Something bad may still happen when it is pointing to the last element, and the last element is less than 10. We're now comparing an invalidated it and end(). It may still work, but no guarantees can be made.
Iterators are only invalidated on reallocation of storage. Google is your friend: see footnote 5.
Your code is not working for other reasons.
pop_back() invalidates only iterators that point to the last element. From C++ Standard Library Reference:
Inserting or removing elements
invalidates references, pointers, and
iterators that refer to the following
element. If an insertion causes
reallocation, it invalidates all
references, iterators, and pointers.
So to answer your question, no it does not invalidate all iterators.
However, in your code example, it can invalidate it when it is pointing to the last element and the value is below 10. In which case Visual Studio debug STL will mark iterator as invalidated, and further check for it not being equal to end() will show an assert.
If iterators are implemented as pure pointers (as they would in probably all non-debug STL vector cases), your code should just work. If iterators are more than pointers, then your code does not handle this case of removing the last element correctly.
Error is that when "it" points to the last element of vector and if this element is less than 10, this last element is removed. And now "it" points to ints.end(), next "it++" moves pointer to ints.end()+1, so now "it" running away from ints.end(), and you got infinite loop scanning all your memory :).
The "official specification" is the C++ Standard. If you don't have access to a copy of C++03, you can get the latest draft of C++0x from the Committee's website: http://www.open-std.org/jtc1/sc22/wg21/docs/papers/2008/n2723.pdf
The "Operational Semantics" section of container requirements specifies that pop_back() is equivalent to { iterator i = end(); --i; erase(i); }. the [vector.modifiers] section for erase says "Effects: Invalidates iterators and references at or after the point of the erase."

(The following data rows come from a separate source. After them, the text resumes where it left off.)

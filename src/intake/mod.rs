//! Measurements on their way in: payload decoders, topics, MQTT, recorded files.
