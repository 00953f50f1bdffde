//! Settings for this room's tests.

use std::path::PathBuf;
use std::sync::Arc;

use crate::model::{Bank, BankIx, Budget, Characteristic, Layout, Pairing, Sources};
use crate::settings::{
    Broker, Feed, JsonPointers, PayloadForm, PlantSettings, Protocol, RecordingColumns, Settings,
    StoreSettings, TimeForm, TopicTemplate, WebSettings,
};

/// A payload that is a number.
pub(super) const NUMBER: fn() -> PayloadForm = || PayloadForm::Number;

/// A payload that names value and source.
pub(super) const JSON: fn() -> PayloadForm = || {
    PayloadForm::Json(JsonPointers {
        value: "/v".into(),
        source: Some("/s".into()),
        time: None,
        time_form: TimeForm::Auto,
        cycle: None,
    })
};

fn feed(bank: usize, topic: &str, payload: PayloadForm) -> Feed {
    let levels: Vec<String> = topic.split('/').map(str::to_owned).collect();
    Feed {
        bank: BankIx(u16::try_from(bank).unwrap()),
        topic: TopicTemplate {
            source_level: levels.iter().position(|level| level == "{source}"),
            levels,
        },
        payload,
        recording: RecordingColumns::default(),
    }
}

/// The broker of the tests: nobody listens there.
pub(super) fn broker() -> Broker {
    Broker {
        host: "127.0.0.1".into(),
        port: 1,
        tls: false,
        client_id: "evenrow-test".into(),
        protocol: Protocol::V5,
        user: None,
        password_file: None,
        ca_file: None,
        client_certificate_file: None,
        client_key_file: None,
        session_expiry_s: 60,
        receive_maximum: 8,
        most_bytes: 4096,
        keep_alive_s: 5,
    }
}

/// Settings with one bank for each topic and form.
pub(super) fn settings(topics: &[(&str, fn() -> PayloadForm)]) -> Arc<Settings> {
    let bank = Bank {
        name: "bank".into(),
        equipment: None,
        characteristic: Characteristic {
            name: "net content".into(),
            unit: "g".into(),
            resolution: None,
            target: None,
            declared: None,
            lower: None,
            upper: None,
        },
        sources: Sources::Discover { most: 100 },
        pairing: Pairing::None,
        spans: vec![10],
        look_every_us: 30_000_000,
        margin: 1.0,
        spread_margin: 1.5,
        budget: Budget::new(1.0, 90.0).unwrap(),
        wait_cycles: 3,
        silent_after_us: None,
        oldest_us: 30 * crate::model::US_PER_DAY,
        layout: Layout::Row,
    };
    let feeds = topics.iter().enumerate();
    Arc::new(Settings {
        plant: PlantSettings {
            name: "Quayside".into(),
            zone: jiff::tz::TimeZone::UTC,
            shifts: Vec::new(),
        },
        broker: broker(),
        store: StoreSettings {
            folder: PathBuf::from("unused"),
            keep_days: 1,
        },
        web: WebSettings {
            listen: ([127, 0, 0, 1], 0).into(),
            token_file: None,
            tls_in_front: false,
            address: None,
        },
        banks: vec![Arc::new(bank); topics.len()],
        feeds: feeds
            .map(|(at, (topic, form))| feed(at, topic, form()))
            .collect(),
    })
}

If you want the intuition argument, pop_back is no-fail (since destruction of value_types in standard containers are not allowed to throw exceptions), so it cannot do any copy or allocation (since they can throw), which means that you can guess that the iterator to the erased element and the end iterator are invalidated, but the remainder are not.

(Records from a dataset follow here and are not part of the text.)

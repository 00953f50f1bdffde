//! Messages of Sparkplug edge nodes as they arrived: their measurements and refusals for every bank,
//! and what is to be published in return.
//!
//! Pure: bytes and `now` in, words out. What must hold: every message of a subscribed node goes through the
//! session, also those of devices that belong to no bank, because all of a node's messages share one
//! sequence. Such a message is nobody's measurement and is not counted. Deliberately absent:
//! acknowledgements; the nodes publish with QoS 0 into a session that begins anew with each connection.

use crate::model::{Reason, Refusal, Time};
use crate::settings::{Feed, PayloadForm, Rebirth, SparkplugForm, TopicTemplate};

use super::arrival::{Arrival, From, Receipt, enter};
use super::names::Names;
use super::payload::sparkplug::{Session, Told, measurements};
use super::payload::{Fault, excerpt};
use super::topics::Topics;

/// Nothing to acknowledge.
const NO_RECEIPT: Receipt = Receipt {
    epoch: 0,
    packet: None,
    hash: 0,
};

/// The edge nodes of all banks that Sparkplug feeds.
#[derive(Debug)]
pub struct Nodes {
    feeds: Vec<(Feed, SparkplugForm)>,
    session: Session,
    topics: Topics,
    filters: Topics,
    names: Names,
    most_bytes: usize,
}

/// What came of a message, or of time.
#[derive(Clone, Debug, PartialEq)]
pub struct Outcome {
    /// Measurements and refusals; there may be none.
    pub arrival: Arrival,
    /// Topics and payloads to publish.
    pub publish: Vec<(String, Vec<u8>)>,
    /// Who is gone, in words for people: nothing fresh comes from there until the next birth.
    pub gone: Vec<String>,
}

impl Nodes {
    /// For the feeds of Sparkplug among these; `None` when there is none.
    pub fn new(feeds: &[Feed], most_bytes: usize) -> Option<Self> {
        let own = |feed: &Feed| match &feed.payload {
            PayloadForm::Sparkplug(form) => Some((feed.clone(), form.clone())),
            _ => None,
        };
        let feeds: Vec<_> = feeds.iter().filter_map(own).collect();
        let reorder_us = feeds.iter().map(|(_, form)| form.reorder_us).max()?;
        let asks = feeds.iter().any(|(_, form)| form.rebirth == Rebirth::Ask);
        let rebirth = if asks { Rebirth::Ask } else { Rebirth::Wait };
        let whole: Vec<Feed> = feeds.iter().map(|(feed, _)| whole_node(feed)).collect();
        Some(Self {
            session: Session::new(reorder_us, rebirth),
            topics: Topics::new(feeds.iter().map(|(feed, _)| feed)),
            filters: Topics::new(&whole),
            names: Names::default(),
            feeds,
            most_bytes,
        })
    }

    /// The filters to subscribe: everything of the nodes.
    pub fn filters(&self) -> &[String] {
        self.filters.filters()
    }

    /// A connection begins.
    pub fn connected(&mut self) {
        self.session.connected();
    }

    /// A message arrives.
    pub fn take(&mut self, topic: &str, payload: &[u8], now: Time) -> Outcome {
        if payload.len() > self.most_bytes {
            let (got, most) = (payload.len(), self.most_bytes);
            let detail = format!("the payload has {got} bytes, the limit is {most}");
            return self.refused(topic, Fault::new(Reason::TooLarge, detail));
        }
        let told = self.session.take(topic, payload, now);
        self.outcome(told)
    }

    /// Refuses a message that is not even looked into.
    pub fn refused(&mut self, topic: &str, fault: Fault) -> Outcome {
        let topic = topic.to_owned();
        self.outcome(vec![Told::Refused { topic, fault }])
    }

    /// When [`Nodes::tick`] has something to do.
    pub fn deadline(&self) -> Option<Time> {
        self.session.deadline()
    }

    /// Time has come.
    pub fn tick(&mut self, now: Time) -> Outcome {
        let told = self.session.tick(now);
        self.outcome(told)
    }

    fn outcome(&mut self, told: Vec<Told>) -> Outcome {
        let mut outcome = Outcome {
            arrival: Arrival::empty(NO_RECEIPT),
            publish: Vec::new(),
            gone: Vec::new(),
        };
        for one in told {
            match one {
                Told::Data(heard) => {
                    for (bank, source) in self.topics.route(&heard.topic) {
                        let Some((feed, form)) = self.feeds.iter().find(|(f, _)| f.bank == bank)
                        else {
                            continue;
                        };
                        // Bytes of protobuf tell people nothing.
                        let from = From {
                            bank,
                            topic: &heard.topic,
                            payload: b"",
                        };
                        let decoded = measurements(form, &heard, source);
                        let arrival = &mut outcome.arrival;
                        enter(arrival, from, &feed.belief, decoded, &mut self.names);
                    }
                }
                Told::Refused { topic, fault } => self.refuse(&topic, &fault, &mut outcome.arrival),
                Told::Gone {
                    group,
                    node,
                    device,
                } => outcome.gone.push(match device {
                    Some(device) => format!("device {device} of edge node {node} in {group}"),
                    None => format!("edge node {node} in {group}"),
                }),
                Told::Ask { topic, payload } => outcome.publish.push((topic, payload)),
            }
        }
        outcome
    }

    /// Refuses a message for every bank that it concerns. What is broken is counted even when it is of
    /// no bank's device.
    fn refuse(&mut self, topic: &str, fault: &Fault, arrival: &mut Arrival) {
        let shown = self.names.shared(&excerpt(topic.as_bytes()));
        let refusal = |bank| Refusal {
            bank,
            reason: fault.reason,
            topic: shown.clone(),
            detail: fault.detail.clone(),
            excerpt: String::new(),
        };
        let before = arrival.refusals.len();
        let banks = self.topics.route(topic).map(|(bank, _)| Some(bank));
        arrival.refusals.extend(banks.map(refusal));
        let others = matches!(fault.reason, Reason::Unborn | Reason::OutOfSequence);
        if arrival.refusals.len() == before && !others {
            arrival.refusals.push(refusal(None));
        }
    }
}

/// The feed with the topics of its whole edge node.
fn whole_node(feed: &Feed) -> Feed {
    let plain = |level: &String| match level.as_str() {
        "{source}" => "+".to_owned(),
        other => other.to_owned(),
    };
    let mut levels: Vec<String> = feed.topic.levels.iter().take(4).map(plain).collect();
    levels.push("#".to_owned());
    Feed {
        topic: TopicTemplate {
            levels,
            source_level: None,
        },
        ..feed.clone()
    }
}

pop_back() will only invalidate it if it was pointing to the last item in the vector. Your code will therefore fail whenever the last int in the vector is less than 10, as follows:
*it = ints.back(); // Set *it to the value it already has
ints.pop_back(); // Invalidate the iterator
continue; // Loop round and access the invalid iterator
You might want to consider using the return value of erase instead of swapping the back element to the deleted position an popping back. For sequences erase returns an iterator pointing the the element one beyond the element being deleted. Note that this method may cause more copying than your original algorithm.

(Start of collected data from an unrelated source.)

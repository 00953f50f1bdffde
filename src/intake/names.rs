//! One shared copy of each name, so that a million measurements of sixty sources hold sixty names.
//!
//! What must hold: memory stays bounded when somebody publishes ever new names; beyond the bound a
//! name simply gets a copy of its own.

use std::collections::HashSet;

use crate::model::Name;

/// How many names are shared: far more than a plant has sources, far less than a flood brings.
const MOST_NAMES: usize = 4096;

/// The names known so far.
#[derive(Debug, Default)]
pub struct Names(HashSet<Name>);

impl Names {
    /// The shared copy of this name.
    pub fn shared(&mut self, name: &str) -> Name {
        if let Some(known) = self.0.get(name) {
            return known.clone();
        }
        let new: Name = name.into();
        if self.0.len() < MOST_NAMES {
            self.0.insert(new.clone());
        }
        new
    }
}

#[cfg(test)]
mod tests {
    use std::sync::Arc;

    use super::*;

    #[test]
    fn names_are_shared_until_the_bound() {
        let mut names = Names::default();
        assert!(Arc::ptr_eq(&names.shared("07"), &names.shared("07")));
        for n in 0..2 * MOST_NAMES {
            assert_eq!(names.shared(&n.to_string()).as_ref(), n.to_string());
        }
        assert_eq!(names.0.len(), MOST_NAMES);
        assert!(Arc::ptr_eq(&names.shared("07"), &names.shared("07")));
    }
}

for(std::vector<int>::iterator it = ints.begin(); it != ints.end(); )
{
if(*it < 10)
it = ints.erase( it );
else
++it;
}
std::remove_if could also be an alternative solution.
struct LessThanTen { bool operator()( int n ) { return n < 10; } };
ints.erase( std::remove_if( ints.begin(), ints.end(), LessThanTen() ), ints.end() );
std::remove_if is (like my first algorithm) stable, so it may not be the most efficient way of doing this, but it is succinct.
Check out the information here (cplusplus.com):
Delete last element
Removes the last element in the vector, effectively reducing the vector size by one and invalidating all iterators and references to it.